**WORK INSTRUCTION**. The lines to reproduce run from the first one below to the line containing "around its isolated", both included. Reproduce them exactly and nothing else.

___ THE DATA ___

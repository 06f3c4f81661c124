/**
 * Writes the demo lab's invented measured trace, catalogue/traces/hl-rect-r3-100mK.csv:
 * the computed transmission of device R3 (catalogue/hl-rect-r3.json) around its isolated
 * resonance near 3.255 meV, thermally broadened at 100 mK (averaged over −∂f/∂E), turned
 * into conductance G = 2(e²/h)·T in µS, with seeded Gaussian noise of 0.5% of the peak.
 * It stands in for a measurement in the fits' browser test and demo. Run:
 *   npx tsx scripts/demo-trace.ts
 */
import { readFileSync, writeFileSync } from 'node:fs';
import { buildCavitySystem, EffectiveHamiltonian } from '../shared/engine/effective-hamiltonian';
import { transmissionSweep } from '../shared/engine/transmission';
import { BOLTZMANN_MEV_PER_MK, fermiDerivative } from '../shared/engine/fit-lineshapes';
import { CONDUCTANCE_QUANTUM_US } from '../shared/engine/fit-trace';

const device = JSON.parse(readFileSync(new URL('../catalogue/hl-rect-r3.json', import.meta.url), 'utf8')) as { model: unknown };
const op = new EffectiveHamiltonian(buildCavitySystem(device.model));
const temperatureMK = 100;
const kT = temperatureMK * BOLTZMANN_MEV_PER_MK;
const leverArm = 0.08; // meV per mV, invented
const [lo, hi] = [3.18, 3.33];
// Fine computed spectrum, wider than the trace by 12 kT on each side for the thermal average.
const fine = transmissionSweep(op, { emin: lo - 12 * kT, emax: hi + 12 * kT, points: 1201 });
const energies = fine.points.map((p) => p.energy);
const transmission = fine.points.map((p) => p.transmission[0][1]);

let seed = 20261202;
const uniform = () => {
  seed = (seed + 0x6d2b79f5) >>> 0;
  let t = seed;
  t = Math.imul(t ^ (t >>> 15), t | 1);
  t ^= t + Math.imul(t ^ (t >>> 7), t | 61);
  return ((t ^ (t >>> 14)) >>> 0) / 4294967296;
};
const normal = () => Math.sqrt(-2 * Math.log(1 - uniform())) * Math.cos(2 * Math.PI * uniform());

const rows: string[] = [];
const points = 241;
const g: number[] = [];
for (let k = 0; k < points; k++) {
  const mu = lo + ((hi - lo) * k) / (points - 1);
  // Trapezoidal average of T(E) over −∂f/∂E(E − μ) on the fine grid.
  let s = 0;
  let w = 0;
  for (let j = 1; j < energies.length; j++) {
    const de = energies[j] - energies[j - 1];
    const a = fermiDerivative(energies[j - 1] - mu, kT);
    const b = fermiDerivative(energies[j] - mu, kT);
    s += (de * (a * transmission[j - 1] + b * transmission[j])) / 2;
    w += (de * (a + b)) / 2;
  }
  g.push((2 * CONDUCTANCE_QUANTUM_US * s) / w);
}
const peak = Math.max(...g);
for (let k = 0; k < points; k++) {
  const mu = lo + ((hi - lo) * k) / (points - 1);
  const noisy = g[k] + 0.005 * peak * normal();
  rows.push(`${(mu / leverArm).toFixed(5)},${(mu * 1000).toFixed(3)},${noisy.toFixed(5)}`);
}
const header = [
  '# Harrow Lake Mesoscopics Lab (invented demo data): device R3, cooldown 7, dilution fridge',
  `# mixing-chamber temperature ${temperatureMK} mK, lever arm ${leverArm} meV/mV, lock-in 2 µV ac excitation`,
  '# made by scripts/demo-trace.ts from the computed spectrum of catalogue/hl-rect-r3.json (not a measurement)',
  'gate_mV,energy_ueV,G_uS',
];
writeFileSync(new URL('../catalogue/traces/hl-rect-r3-100mK.csv', import.meta.url), header.concat(rows).join('\n') + '\n');
console.log(`wrote ${points} points, peak ${peak.toFixed(3)} µS, kT = ${kT.toFixed(5)} meV`);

___

**RESPONSE FOR THIS EXERCISE**.
repository 06f3c4f81661c124
/**
 * Writes the demo lab's invented measured trace, catalogue/traces/hl-rect-r3-100mK.csv:
 * the computed transmission of device R3 (catalogue/hl-rect-r3.json) around its isolated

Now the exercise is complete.